- How to complete this task:
Of the material below, the lines to be retyped are those from the line containing "STATISTIC_DIGITS = 3" through the line containing "def code_words(values: pd.Series)", inclusive; reproduce them exactly.

- The input:
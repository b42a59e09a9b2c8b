"""The report's tables in words: column headers and coded cells as people read them, numbers to the
precision the data supports, dates as ISO days.

Every report table keeps its codes (``site_id``, ``exceeds``, ``running_annual_mean``) in the
workbook's codes sheet and in the appendix "Codes and words" (:func:`codes_table`); what the reader
sees is :func:`in_words` of the table. Numbers: a result to the significant figures the laboratory
reported (``0.0572 mg/L`` is ``57.2 µg/L``), a limit as its table writes it, statistics to three
significant figures (common practice: no more figures than the data carry).
"""

from __future__ import annotations

import numpy as np
import pandas as pd

from tracescreen import vocabulary
from tracescreen._internal.text import format_date, format_significant

#: Header words of every column code the report shows (codes missing here are shown with spaces
#: for underscores).
COLUMN_WORDS: dict[str, str] = {
    "site_id": "Site", "site_name": "Site name", "name": "Name", "sample_id": "Sample", "sampled_at": "Sampled",
    "analyte": "Metal", "fraction": "Fraction", "result_text": "Result as reported", "unit": "Unit",
    "value_ug_L": "Value (µg/L)", "limit_ug_L": "Limit (µg/L)", "ratio": "Value / limit",
    "limit_table": "Limit table", "use": "Water use", "duration": "Duration", "basis": "Basis", "source": "Source",
    "status": "Status", "note": "Note", "hardness_used_mg_L": "Hardness used (mg/L as CaCO₃)",
    "detection_limit_ug_L": "Detection limit (µg/L)", "sample_type": "Sample type", "lab": "Laboratory",
    "batch": "Batch", "reason": "Reason", "detail": "Detail", "suggested_action": "Suggested action",
    "n": "Results", "n_detected": "Detected", "percent_nondetect": "Non-detects (%)",
    "min_detected": "Lowest detected (µg/L)", "max_detected": "Highest detected (µg/L)",
    "max_detection_limit": "Highest detection limit (µg/L)", "mean": "Mean (µg/L)", "sd": "Standard deviation (µg/L)",
    "median": "Median (µg/L)", "p90": "90th percentile (µg/L)", "p95": "95th percentile (µg/L)",
    "ucl95_mean": "95 % upper confidence limit of the mean (µg/L)", "ucl_method": "Confidence limit method",
    "method": "Method", "n_nondetect": "Non-detects", "first_sampled": "First sampled", "last_sampled": "Last sampled",
    "test": "Trend test", "p_value": "p-value", "tau": "Kendall's tau", "slope_per_year": "Slope (µg/L per year)",
    "slope_low": "Slope, lower 95 % (µg/L per year)", "slope_high": "Slope, upper 95 % (µg/L per year)",
    "slope_method": "Slope method", "direction": "Direction", "lowest_limit_ug_L": "Lowest limit (µg/L)",
    "lowest_limit_table": "Lowest limit's table", "crosses_limit_on": "Trend line reaches the limit",
    "limit_min_ug_L": "Lowest limit (µg/L)", "limit_max_ug_L": "Highest limit (µg/L)", "n_above": "Above limit",
    "n_undecided": "Undecided", "proportion_above": "Proportion above", "ci95_low": "95 % interval, low",
    "ci95_high": "95 % interval, high", "file": "File", "sheet": "Sheet", "row": "Row", "sha256": "SHA-256",
    "kind": "Kind", "rows_read": "Rows read", "accepted": "Accepted", "rejected": "Rejected", "set_aside": "Set aside",
    "item": "Item", "value": "Value", "topic": "Topic", "table_id": "Table", "limit": "Limit",
    "effective_from": "In force from", "effective_to": "In force to", "url": "Address", "notes": "Notes",
    "period_value_ug_L": "Period value (µg/L)", "count": "Count", "results": "Results", "sites": "Sites",
    "n_samples": "Samples", "n_sites": "Sites",
}

#: Columns whose cells are codes, shown with spaces for underscores (statuses get their labels).
CODED_COLUMNS = frozenset({"fraction", "use", "duration", "basis", "reason", "direction", "method", "test",
                           "slope_method", "sample_type", "kind", "status"})

#: Columns of computed statistics, shown to three significant figures.
STATISTIC_DIGITS = 3
#: Columns shown as whole numbers.
COUNT_COLUMNS = frozenset({"n", "n_detected", "n_nondetect", "n_above", "n_undecided", "row", "rows_read",
                           "accepted", "rejected", "set_aside", "count", "results", "sites", "n_samples",
                           "n_sites"})


def column_words(code: str) -> str:
    """Header words of a column code."""
    return COLUMN_WORDS.get(code, str(code).replace("_", " ").capitalize())


def code_words(values: pd.Series) -> pd.Series:
    """Coded cells in words: a status by its label, other codes with spaces for underscores
    (vectorised over the distinct values)."""
    s = values.astype(object).where(values.notna(), "")
    codes, uniq = pd.factorize(s.astype(str))
    words = np.array([vocabulary.LABEL.get(u, u.replace("_", " ")) for u in uniq] + [""], dtype=object)
    return pd.Series(words[codes], index=values.index, dtype=object)


def result_precision(result_text: pd.Series) -> np.ndarray:
    """Significant figures of each result as the laboratory wrote it (at least 2, common practice)."""
    from tracescreen._internal.text import significant_figures

    return np.maximum(significant_figures(result_text), 2)


def cells(frame: pd.DataFrame, column: str, digits=None) -> pd.Series:
    """One column's cells as text: dates ISO, counts whole, numbers to ``digits`` significant figures
    (default :data:`STATISTIC_DIGITS`), coded cells in words, other text as it is."""
    col = frame[column]
    if pd.api.types.is_bool_dtype(col):
        return col.map({True: "yes", False: "no"}).fillna("").astype(object)
    if pd.api.types.is_datetime64_any_dtype(col):
        return format_date(col)
    if pd.api.types.is_numeric_dtype(col):
        if column in COUNT_COLUMNS:
            v = col.astype(float)
            return pd.Series(np.where(np.isfinite(v), np.char.mod("%.0f", np.nan_to_num(v)), ""), index=col.index,
                             dtype=object)
        return format_significant(col.astype(float), STATISTIC_DIGITS if digits is None else digits)
    if column in CODED_COLUMNS:
        return code_words(col)
    return col.astype(object).where(col.notna(), "").astype(str).astype(object)


def in_words(frame: pd.DataFrame, digits: dict | None = None) -> pd.DataFrame:
    """A table as the reader sees it: every cell text, headers in words.

    Parameters
    ----------
    frame : pandas.DataFrame
        A report table with code column names.
    digits : dict, optional
        Column -> significant figures (a number, or an array with one per row) for numeric columns
        not shown to :data:`STATISTIC_DIGITS`.

    Returns
    -------
    pandas.DataFrame
        Same rows, text cells, headers from :func:`column_words`.
    """
    digits = digits or {}
    out = {column_words(c): cells(frame, c, digits.get(c)) for c in frame.columns}
    return pd.DataFrame(out, index=frame.index).reset_index(drop=True)


def numeric_headers(frame: pd.DataFrame) -> tuple[str, ...]:
    """Header words of the numeric columns of a table in codes (right-aligned when shown)."""
    return tuple(column_words(c) for c in frame.columns
                 if pd.api.types.is_numeric_dtype(frame[c]) and not pd.api.types.is_bool_dtype(frame[c]))


def codes_table(columns) -> pd.DataFrame:
    """The appendix of codes: each column code shown in the report with its words, then each status
    code with its glyph, short word and label."""
    cols = sorted(set(columns))
    rows = [("column", c, column_words(c)) for c in cols]
    rows += [("status", s, f"{vocabulary.GLYPH[s]} {vocabulary.SHORT[s]}: {vocabulary.LABEL[s]}")
             for s in vocabulary.STATUSES]
    return pd.DataFrame(rows, columns=["kind", "code", "words"])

- Result for this exercise:
STATISTIC_DIGITS = 3
#: Columns shown as whole numbers.
COUNT_COLUMNS = frozenset({"n", "n_detected", "n_nondetect", "n_above", "n_undecided", "row", "rows_read",
                           "accepted", "rejected", "set_aside", "count", "results", "sites", "n_samples",
                           "n_sites"})


def column_words(code: str) -> str:
    """Header words of a column code."""
    return COLUMN_WORDS.get(code, str(code).replace("_", " ").capitalize())


def code_words(values: pd.Series) -> pd.Series:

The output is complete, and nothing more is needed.